The only reason I stay is for financial reasons. Can't afford the legal costs and also the house is in negative equity.


----------



## john117 (May 20, 2013)

Massive college tuition checks - feel the love


----------



## JrsMrs (Dec 27, 2010)

Aside from the lack of intimacy, I actually do like the guy. We get along quite well; if I only wanted a casual friend and financial partner, we'd probably be just fine.
I stay because we are finally in a good financial place, have a child in university with all the associated costs, and another younger boy who would be devastated if we split. The thought of having to tell my son that the family is splitting up turns my stomach. I don't want to leave the beautiful home we've built together. I know he'd fight me tooth and nail for every penny, so if I leave, I'd likely just let him have everything to save the fight. I'd be starting over with nothing. Add in the fact that being single is no guarantee of happiness, and I'm at an impasse with myself.


----------



## hookares (Dec 7, 2011)

JrsMrs, yours if one of the most honest posts I have seen in regards to staying in a marriage. There's plenty of marriages that are involved in the same issues. 
However,the even more honest thing for you to do is to discuss it with your husband so the two of you might find a more equitable solution.
My ex felt pretty much the same as you and, in fact, bore two other men's children while we were married. Her deceit caused me to waste over twenty years of my life providing for her and hers and when they finished their schooling, she found a judge to bed down who helped clean me out and ruin me (they thought) financially.
I would have preferred to hear about my short comings before or in the very least, after our first week of marriage.


----------



## DesertRat1978 (Aug 27, 2013)

I stay in a mostly sexless marriage for the upcoming child. Another side reason is my lack of financial strength. I have been poor for most of my life and could tough it out yet again but would rather not. Still, that being said I have imposed an ultimatum of 2015. If by the start of that year, the passion is not back into the bedroom then I am moving on.


----------



## JrsMrs (Dec 27, 2010)

:rofl:


hookares said:


> JrsMrs, yours if one of the most honest posts I have seen in regards to staying in a marriage. There's plenty of marriages that are involved in the same issues.
> However,the even more honest thing for you to do is to discuss it with your husband so the two of you might find a more equitable solution.
> My ex felt pretty much the same as you and, in fact, bore two other men's children while we were married. Her deceit caused me to waste over twenty years of my life providing for her and hers and when they finished their schooling, she found a judge to bed down who helped clean me out and ruin me (they thought) financially.
> I would have preferred to hear about my short comings before or in the very least, after our first week of marriage.

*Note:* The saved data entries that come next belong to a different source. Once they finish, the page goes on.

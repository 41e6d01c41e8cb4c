"""The API's documentation: which problems each /v1 operation can answer with, and /docs
served without any CDN. (Request and response fields are described on their models.)

Every operation lists only the problem statuses that can happen to it, worked out from what
the route depends on, plus those its decorator declares (a 409 the route raises, a 503 while
its policy is being solved):

* a key check (Require): 401, 429 and 503 (the database); 403 only when read scope is not
  enough;
* path parameters: 404 and 422; query and header parameters: 422; If-Match: 412 and 428;
* a JSON body: 400 (unreadable bytes), 413 and 422;
* POST and PUT: 409 and 422 from Idempotency-Key (a repeat in progress, a key reused with
  another body, a malformed key) and 413 (the body limit applies to any body).
"""

from __future__ import annotations

from collections.abc import Iterable, Iterator
from pathlib import Path
from typing import Any

from fastapi import APIRouter, FastAPI
from fastapi.dependencies.models import Dependant
from fastapi.openapi.docs import get_swagger_ui_html, get_swagger_ui_oauth2_redirect_html
from fastapi.responses import HTMLResponse
from fastapi.routing import APIRoute
from fastapi.staticfiles import StaticFiles
from pydantic import BaseModel
from swagger_ui.utils import SWAGGER_UI_PY_ROOT

from service.api.deps import Require
from service.assortment_spec import ItemSpec
from service.problems import PROBLEM_RESPONSES

__all__ = [
    "UPLOAD_MODELS",
    "add_component_schemas",
    "document_problems",
    "install_docs",
    "problem_statuses",
]


def _walk(dependant: Dependant) -> Iterator[Dependant]:
    yield dependant
    for sub in dependant.dependencies:
        yield from _walk(sub)


def problem_statuses(route: APIRoute) -> set[int]:
    """The problem statuses `route` can answer with, from its dependencies and parameters."""
    parts = list(_walk(route.dependant))
    statuses: set[int] = set()
    scopes = [part.call.scope for part in parts if isinstance(part.call, Require)]
    if scopes:
        statuses |= {401, 429, 503}
        if any(scope != "read" for scope in scopes):
            statuses.add(403)
    if any(part.path_params for part in parts):
        statuses |= {404, 422}
    if any(part.query_params or part.header_params or part.cookie_params for part in parts):
        statuses.add(422)
    headers = {field.alias.lower() for part in parts for field in part.header_params}
    if "if-match" in headers:
        statuses |= {412, 428}
    if route.body_field is not None:
        statuses |= {400, 413, 422}
    if {"POST", "PUT"} & (route.methods or set()):
        statuses |= {409, 413, 422}
    return statuses


# Models of request bodies that the routes read themselves (CSV, JSON lines or JSON, streamed)
# and so declare by `$ref` in their openapi_extra: FastAPI puts into the document only the
# models its routes parse, so these are added to its component schemas here.
UPLOAD_MODELS: tuple[type[BaseModel], ...] = (ItemSpec,)


def add_component_schemas(document: dict[str, Any], models: Iterable[type[BaseModel]]) -> None:
    """Add each model's JSON schema (validation mode) and the schemas it refers to, under their
    names, to the document's components. A name the document already holds must hold the same
    schema (the network specification's distributions are shared with NetworkCreate)."""
    components = document.setdefault("components", {}).setdefault("schemas", {})
    for model in models:
        schema = model.model_json_schema(ref_template="#/components/schemas/{model}")
        for name, definition in {**schema.pop("$defs", {}), model.__name__: schema}.items():
            if components.setdefault(name, definition) != definition:
                raise ValueError(f"{model.__name__} refers to a {name} unlike the document's")


def document_problems(router: APIRouter) -> None:
    """Set each /v1 route's documented problems: those it can answer with, then the ones its
    decorator declares (which win). Safe to call again: the result is the same."""
    for route in router.routes:
        if not isinstance(route, APIRoute) or not route.path.startswith("/v1/"):
            continue
        found: dict[int | str, dict[str, Any]] = {
            status: PROBLEM_RESPONSES[status] for status in sorted(problem_statuses(route))
        }
        route.responses = {**found, **route.responses}


# The Swagger UI distribution files that swagger-ui-py (PyPI) ships.
SWAGGER_UI_FILES = Path(SWAGGER_UI_PY_ROOT) / "static"
DOCS_ASSETS = "/docs/assets"


def install_docs(app: FastAPI) -> None:
    """/docs with the Swagger UI files served from DOCS_ASSETS, FastAPI's documented way to
    self-host them (create the app with docs_url=None and redoc_url=None): the page works
    offline and loads nothing from elsewhere."""
    app.mount(DOCS_ASSETS, StaticFiles(directory=SWAGGER_UI_FILES), name="docs-assets")
    redirect = "/docs/oauth2-redirect"

    @app.get("/docs", include_in_schema=False)
    async def swagger_ui() -> HTMLResponse:
        return get_swagger_ui_html(
            openapi_url=app.openapi_url or "/openapi.json",
            title=f"{app.title} API",
            oauth2_redirect_url=redirect,
            swagger_js_url=f"{DOCS_ASSETS}/swagger-ui-bundle.js",
            swagger_css_url=f"{DOCS_ASSETS}/swagger-ui.css",
            swagger_favicon_url=f"{DOCS_ASSETS}/favicon-32x32.png",
            # No badge that would send the document to an outside validator.
            swagger_ui_parameters={"validatorUrl": None},
        )

    @app.get(redirect, include_in_schema=False)
    async def swagger_ui_redirect() -> HTMLResponse:
        return get_swagger_ui_oauth2_redirect_html()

I have brought it up ad nauseum. It makes no difference. Empty promises that he will do better and wants more. For whatever reason, he is incapable of being an active participant in a relationship when it comes down to brass tacks. In the end, the decision is mine alone. If I leave him, whether it be in a month or 10 years, it will be with him calling after me 'don't go... I can do better'. I hate this life.


----------



## PinkSalmon13 (Nov 7, 2013)

Exactly the topic I've been looking for! ZERO sex in almost 6 years, and just a few times a year for the few years prior to that. Two kids grown and out the door, one almost done with HS. I have NO idea why I'm still here, except I want to spend time around my D (though she's at that age where her life is in her room). This is a bad situation. It makes me all kinds of ill, angry, sad, anxious, depressed, confused........never happy. Life at home is 'civil', roommate style; watching TV, trying to think of things to say at dinner, etc. Separate rooms/beds for these six years. 

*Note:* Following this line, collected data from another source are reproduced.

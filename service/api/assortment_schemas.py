"""Request and response models of the assortment routes (service.api.assortments)."""

from __future__ import annotations

from datetime import date, time
from typing import Any, Literal

from pydantic import BaseModel, ConfigDict, Field, field_validator

from service.assortment_spec import Layout
from service.schemas import Criteria, SolveModeName, Timestamp, known_timezone

__all__ = [
    "AssortmentCreate",
    "AssortmentHistoryOut",
    "AssortmentOut",
    "CalibrationChangeOut",
    "CalibrationFailureOut",
    "CalibrationRunIn",
    "CalibrationRunOut",
    "HistoryCountsOut",
    "HistoryUploadOut",
    "ItemOut",
    "ItemPage",
    "ItemStates",
    "ItemsStoredOut",
]

DEMO_LAYOUT: dict[str, Any] = {
    "name": "hardware-east",
    "timezone": "Europe/Berlin",
    "locations": [{"id": "harbour"}, {"id": "old-town"}, {"id": "ring-road"}],
    "lanes": [
        {
            "from": "harbour",
            "to": "old-town",
            "unit_cost": 1.2,
            "max_units": 6,
            "truck_capacity": 20,
        },
        {
            "from": "old-town",
            "to": "harbour",
            "unit_cost": 1.2,
            "max_units": 6,
            "truck_capacity": 20,
        },
        {"from": "old-town", "to": "ring-road", "unit_cost": 0.9, "max_units": 4},
        {"from": "ring-road", "to": "old-town", "unit_cost": 0.9, "max_units": 4},
    ],
    "criteria": ["discounted"],
}


class AssortmentCreate(Layout):
    """A store layout shared by many items, and how its items are solved."""

    model_config = ConfigDict(json_schema_extra={"examples": [DEMO_LAYOUT]})

    criteria: Criteria = ["discounted"]  # noqa: RUF012  (pydantic copies defaults)
    mode: SolveModeName = Field(
        default="auto",
        description="How every item is solved: exact, priced, or auto (exact within the exact "
        "size limits, priced beyond them).",
    )
    closing_cutoff: time | None = Field(
        default=None,
        description="Local time before which a closing report belongs to the previous business "
        "date; absent: midnight.",
    )

    @field_validator("timezone")
    @classmethod
    def _known_timezone(cls, zone: str) -> str:
        return known_timezone(zone)

    @field_validator("closing_cutoff")
    @classmethod
    def _whole_minutes(cls, cutoff: time | None) -> time | None:
        if cutoff is not None and (
            cutoff.tzinfo is not None or cutoff.second or cutoff.microsecond
        ):
            raise ValueError("give a local time of day in whole minutes, e.g. 04:00")
        return cutoff

    def layout(self) -> Layout:
        return Layout.model_validate(
            self.model_dump(by_alias=True, exclude={"criteria", "mode", "closing_cutoff"})
        )


class ItemStates(BaseModel):
    """How many items stand where: ready (every criterion solved), waiting (a solve queued or
    running), failed (a solve failed), in all."""

    items: int = Field(description="Items of the assortment.")
    ready: int = Field(description="Items whose current version is solved for every criterion.")
    waiting: int = Field(description="Items with a solve queued or running.")
    failed: int = Field(description="Items with a failed solve (see their jobs).")
    specifications: int = Field(
        description="Distinct specifications among the items: items with identical numbers "
        "share one policy."
    )


class AssortmentOut(BaseModel):
    model_config = ConfigDict(populate_by_name=True)

    id: int = Field(description="The assortment's id.")
    name: str = Field(description="The layout's name.")
    layout_version: int = Field(description="Changes of the layout so far, from 1.")
    criteria: list[str] = Field(description="Criteria every item is solved for.")
    mode: SolveModeName = Field(description="The solving mode of every item.")
    closing_cutoff: str = Field(description="Local time (HH:MM) ending a business date's closing.")
    created_at: Timestamp = Field(description="When the assortment was created (UTC).")
    layout: Layout = Field(description="The stores and lanes shared by the items.")
    states: ItemStates = Field(description="Where the items' solves stand.")


class ItemsStoredOut(BaseModel):
    """What an upload of items did."""

    assortment_id: int = Field(description="The assortment.")
    received: int = Field(description="Items in the upload.")
    created: int = Field(description="Items new to the assortment.")
    updated: int = Field(description="Items given a new version (their numbers changed).")
    unchanged: int = Field(description="Items whose numbers were already these.")
    specifications: int = Field(description="Distinct specifications among the uploaded items.")
    jobs_queued: int = Field(
        description="Solves queued: one per new specification and criterion without a policy."
    )


ItemStateName = Literal["ready", "waiting", "failed", "not_requested"]


class ItemOut(BaseModel):
    item: str = Field(description="The item's code.")
    network_id: int = Field(
        description="The item's network: its single-network routes (recommendation, versions, "
        "policy export) answer for the item alone."
    )
    version: int = Field(description="The item's current version.")
    spec_hash: str = Field(description="SHA-256 of the item's composed specification.")
    method: Literal["exact", "priced"] = Field(description="How the item is solved.")
    state: ItemStateName = Field(
        description="ready, waiting (a solve queued or running), failed, or not_requested."
    )
    error: str | None = Field(default=None, description="The failed solve's error, if any.")


class ItemPage(BaseModel):
    items: list[ItemOut] = Field(description="Items in code order.")
    next_after: str | None = Field(
        description="Pass as `after` for the next page; null on the last page."
    )


# -- sales history and calibration (service.api.assortment_history) ---------------------------


class HistoryUploadOut(BaseModel):
    """What an upload of history did."""

    assortment_id: int = Field(description="The assortment.")
    received: int = Field(description="Rows in the upload.")
    inserted: int = Field(description="Rows stored as days new to their item and location.")
    replaced: int = Field(description="Rows that replaced a day stored already.")
    items: int = Field(description="Items the upload had rows for.")


class HistoryCountsOut(BaseModel):
    rows: int = Field(description="Days stored, one per item, location and business date.")
    days: int = Field(description="Distinct business dates.")
    items_with_history: int = Field(description="Items with at least one day stored.")
    first_date: date | None = Field(description="The earliest business date; null when none.")
    last_date: date | None = Field(description="The latest business date; null when none.")


class LocationHistoryCountsOut(HistoryCountsOut):
    location: str = Field(description="The location.")


class AssortmentHistoryOut(HistoryCountsOut):
    """The sales history stored for the assortment's items."""

    assortment_id: int = Field(description="The assortment.")
    items: int = Field(description="Items of the assortment.")
    locations: list[LocationHistoryCountsOut] = Field(
        description="The same counts per location with history."
    )


class CalibrationRunIn(BaseModel):
    """How to estimate; every setting absent takes each item's calibration settings."""

    model_config = ConfigDict(extra="forbid")

    window_days: int | None = Field(
        default=None, ge=7, le=36_600, description="Use only the most recent days."
    )
    half_life_days: float | None = Field(
        default=None, gt=0, le=36_600, description="Recency half-life in days."
    )
    confidence: float | None = Field(
        default=None, ge=0.5, lt=1, description="Confidence of the intervals."
    )
    items_per_chunk: int = Field(
        default=50,
        ge=1,
        le=1_000,
        description="Items per job: the run is shared by the workers one chunk at a time.",
    )


class CalibrationChangeOut(BaseModel):
    item: str = Field(description="The item's code.")
    location: str = Field(description="The location.")
    parameter: Literal[
        "demand_mean", "demand_variance", "replenishment_mean", "replenishment_variance"
    ] = Field(description="The parameter that changed (units per day, or units squared).")
    old: float = Field(description="Its value in the version the estimate replaced.")
    new: float = Field(description="Its estimated value, now in the item's new version.")
    change: float = Field(
        description="|new - old| / max(|old|, 0.05): the relative change calibration reports."
    )


class CalibrationFailureOut(BaseModel):
    item: str = Field(description="The item's code.")
    reason: str = Field(description="Why it was not calibrated.")


class CalibrationRunOut(BaseModel):
    """Where a calibration of every item stands and, over its finished chunks, what changed."""

    run: int = Field(description="The run's id (the id of its first job).")
    assortment_id: int = Field(description="The assortment.")
    state: Literal["queued", "running", "done"] = Field(
        description="done once every chunk has finished (done or failed)."
    )
    created_at: Timestamp = Field(description="When the run was started (UTC).")
    finished_at: Timestamp | None = Field(description="When its last chunk finished (UTC).")
    chunks: int = Field(description="Jobs of the run, each a chunk of items.")
    chunks_queued: int = Field(description="Chunks waiting for a worker.")
    chunks_running: int = Field(description="Chunks a worker is estimating.")
    chunks_done: int = Field(description="Chunks finished.")
    chunks_failed: int = Field(description="Chunks that failed (their items count as failed).")
    items: int = Field(description="Items in the run.")
    calibrated: int = Field(description="Items given a new version with their estimates.")
    unchanged: int = Field(description="Items whose estimates equal their current numbers.")
    skipped: int = Field(description="Items without any history (left as they are).")
    failed: int = Field(description="Items that could not be estimated or stored (`failures`).")
    jobs_queued: int = Field(description="Solves queued for the new versions.")
    largest_changes: list[CalibrationChangeOut] = Field(
        description="The largest relative changes of the calibrated items, largest first (at "
        "most 20)."
    )
    failures: list[CalibrationFailureOut] = Field(
        description="Failed items with the reason (at most 50)."
    )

I'm a young 50 now. I work out regularly, try and eat right. You won't find a six pack on me, but I'm a big, healthy, strong guy....with a still highly active libido. What I wouldn't give to go balls-deep.

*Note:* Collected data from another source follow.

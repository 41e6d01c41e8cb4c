"""Closing reports: each location reports its own closing stock; once all have, every location
reads the same instructions for the night, computed once from the full stock and kept."""

from __future__ import annotations

import json
from datetime import date, timedelta
from typing import Annotated

from fastapi import APIRouter, Query
from sqlalchemy import select
from sqlalchemy.exc import IntegrityError
from sqlalchemy.orm import Session

from service.api.deps import CacheDep, NetworkId, Reader, SessionDep, Writer, get_network
from service.api.views import relays_of, transfers_of
from service.db import repository
from service.db.base import utcnow
from service.db.tables import ClosingCount, Instruction, Network, NetworkVersion
from service.policies import PolicyNotReadyError, StockProblemsError, recommend
from service.problems import PROBLEM_RESPONSES, Conflict, InvalidInput, NotFound
from service.schemas import ClosingStockIn, ClosingStockOut, InstructionsOut, Movement
from solver import NetworkSpec

router = APIRouter(
    prefix="/v1/networks/{network_id}/locations/{location}",
    tags=["closing"],
    responses=PROBLEM_RESPONSES,
)

# Business dates are local to the stores; allow a day either side of the server's UTC date.
_DATE_SLACK = timedelta(days=1)


def _current_number(session: Session, network: Network) -> int:
    version = repository.latest_version(session, network.id)
    assert version is not None
    return version.number


def _check_location(spec: NetworkSpec, network_id: int, location: str) -> int:
    """The location's capacity; 404 when the network has no such location."""
    for candidate in spec.locations:
        if candidate.id == location:
            return candidate.capacity
    raise NotFound(f"network {network_id} has no location {location!r}")


def _check_date(network: Network, business_date: date, pointer: str) -> None:
    earliest = network.created_at.date() - _DATE_SLACK
    latest = utcnow().date() + _DATE_SLACK
    if not earliest <= business_date <= latest:
        raise InvalidInput(
            f"business date {business_date} is outside {earliest}..{latest} (from the day before "
            "the network was created to tomorrow)",
            [(pointer, f"must lie between {earliest} and {latest}")],
        )


def _missing(spec: NetworkSpec, counts: dict[str, int]) -> list[str]:
    """Locations of the current version that have not reported, in network order."""
    return [location.id for location in spec.locations if location.id not in counts]


def _counts(session: Session, network_id: int, business_date: date) -> dict[str, int]:
    rows = session.scalars(
        select(ClosingCount).where(
            ClosingCount.network_id == network_id, ClosingCount.business_date == business_date
        )
    )
    return {row.location_id: row.units for row in rows}


def _instruction(
    session: Session, network_id: NetworkId, business_date: date
) -> Instruction | None:
    return session.scalars(
        select(Instruction).where(
            Instruction.network_id == network_id, Instruction.business_date == business_date
        )
    ).one_or_none()


@router.put("/closing-stock", response_model=ClosingStockOut)
def report_closing_stock(
    network_id: NetworkId, location: str, body: ClosingStockIn, session: SessionDep, caller: Writer
) -> ClosingStockOut:
    """Record this location's closing stock for a business date (a repeat replaces it, until
    the night's instructions have been issued)."""
    network = get_network(session, caller.tenant_id, network_id)
    spec = repository.current_spec(session, network.id)
    capacity = _check_location(spec, network_id, location)
    _check_date(network, body.business_date, "/business_date")
    if not 0 <= body.units <= capacity:
        raise InvalidInput(
            f"{body.units} units at {location!r} is outside 0..{capacity}",
            [("/units", f"must lie between 0 and {capacity}")],
        )
    issued = _instruction(session, network_id, body.business_date)
    if issued is not None:
        raise Conflict(
            f"instructions for {body.business_date} were issued at {issued.computed_at:%H:%M:%S} "
            "UTC from the counts then reported; they are kept so every location acts on the "
            "same plan"
        )
    row = session.scalars(
        select(ClosingCount).where(
            ClosingCount.network_id == network_id,
            ClosingCount.location_id == location,
            ClosingCount.business_date == body.business_date,
        )
    ).one_or_none()
    if row is None:
        row = ClosingCount(
            network_id=network_id, location_id=location, business_date=body.business_date
        )
        session.add(row)
    row.units = body.units
    row.reported_at = utcnow()
    session.flush()
    counts = _counts(session, network_id, body.business_date)
    return ClosingStockOut(
        network_id=network_id,
        location=location,
        business_date=body.business_date,
        units=body.units,
        reported_at=row.reported_at,
        missing=_missing(spec, counts),
    )


@router.get("/instructions", response_model=InstructionsOut)
def location_instructions(
    network_id: NetworkId,
    location: str,
    business_date: Annotated[date, Query(description="The business day whose closing counts.")],
    session: SessionDep,
    cache: CacheDep,
    caller: Reader,
) -> InstructionsOut:
    """What this location sends and receives tonight; 409 until every location has reported."""
    network = get_network(session, caller.tenant_id, network_id)
    spec = repository.current_spec(session, network.id)
    _check_location(spec, network_id, location)
    _check_date(network, business_date, "query:/business_date")
    issued = _instruction(session, network_id, business_date)
    if issued is None:
        counts = _counts(session, network_id, business_date)
        missing = _missing(spec, counts)
        if missing:
            raise Conflict(
                f"waiting for the closing stock of {', '.join(missing)} for {business_date}",
                missing=missing,
            )
        issued = _issue(session, cache, network, business_date, counts)
    return _for_location(session, issued, network_id, location)


def _issue(
    session: Session,
    cache: CacheDep,
    network: Network,
    business_date: date,
    counts: dict[str, int],
) -> Instruction:
    try:
        served, recommendation, _ = recommend(
            session, cache, network, counts, None, business_date=business_date
        )
    except StockProblemsError as exc:
        # The counts fit the current version (they were checked on arrival); only an older
        # policy, served while the current one is solved, can refuse them: wait for it.
        raise PolicyNotReadyError(
            f"the closing stock fits version {_current_number(session, network)} of network "
            f"{network.id}, whose policy is not ready yet ({exc})",
            job_state=None,
        ) from exc
    transfers = transfers_of(served.result, recommendation.flows)
    plan = {
        "stock": counts,
        "transfers": [t.model_dump(by_alias=True) for t in transfers],
        "relays": [relay.model_dump() for relay in relays_of(served.result, transfers)],
    }
    instruction = Instruction(
        network_id=network.id,
        business_date=business_date,
        version_id=served.version_id,
        criterion=served.criterion,
        plan=json.dumps(plan, sort_keys=True),
        computed_at=utcnow(),
    )
    try:
        with session.begin_nested():
            session.add(instruction)
    except IntegrityError:
        # Another location's request issued them first: everyone reads that one.
        existing = _instruction(session, network.id, business_date)
        assert existing is not None
        return existing
    return instruction


def _for_location(
    session: Session, instruction: Instruction, network_id: int, location: str
) -> InstructionsOut:
    plan = json.loads(instruction.plan)
    version = session.get_one(NetworkVersion, instruction.version_id)
    relay = next((r for r in plan.get("relays", []) if r["location"] == location), None)
    received = sum(t["units"] for t in plan["transfers"] if t["to"] == location)
    sent = sum(t["units"] for t in plan["transfers"] if t["from"] == location)
    return InstructionsOut(
        network_id=network_id,
        location=location,
        business_date=instruction.business_date,
        version=version.number,
        criterion=instruction.criterion,
        computed_at=instruction.computed_at,
        send=[
            Movement(location=t["to"], units=t["units"])
            for t in plan["transfers"]
            if t["from"] == location
        ],
        receive=[
            Movement(location=t["from"], units=t["units"])
            for t in plan["transfers"]
            if t["to"] == location
        ],
        net_change=received - sent,
        relay=received > 0 and sent > 0,
        relay_explanation=None if relay is None else relay["explanation"],
        stock=plan["stock"],
    )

I know I need to get out, but it terrifies me. For me, to answer the OP's question, it's fear - straight up fear. The fear of not knowing what to say to say I'm done, of her reaction, of the kids' reactions.........because I'm pretty sure all the **** will be heaped on me, this was all my fault, what a jerk for leaving his family kinds of things. This has been going on in my head for over a year now, and I often feel like I'm on the verge of a total breakdown. Who can live this way, waking up every morning and having to remind yourself this is not a bad dream, but your daily reality? Absolutely brutal.

Some days I feel strong about it, like I just want to rip that band-aid off.......and other days I feel totally helpless, loser-like, a scared nobody who will never be able to say the words and take that step....condemning myself to this mental torment and this play-acting forever more.

Jeez, I really need to do this.........after the holidays of course.


----------



## dontbeused (Nov 15, 2013)

Rotorhead77 said:


> Is lack of sex really a sufficient reason, by itself, to leave? to destroy the family and household we've built together over the last 14 years?
> 
> I hate being the bad guy, and it seems to me that leaving for a selfish reason makes me a pretty bad guy.


Sex is a need, the withholding of the sex is the selfish act and that is not on you, it is on her. So you leaving, would at that point be the effect caused by her, when she makes the decision that she would rather you left for good, than her have sex with you regularly.
You saying it is selfish of you to leave for that reason is just an excuse to not stand up for your needs as a man. 
So, sorry, I disagree completely with your comment.


----------



## john117 (May 20, 2013)

Leaving is the easy way out. A lot more fun to make their life miserable for the duration....

At mid 50's I figure I have a few good sex years and a couple decades of revenge. Easy choice... 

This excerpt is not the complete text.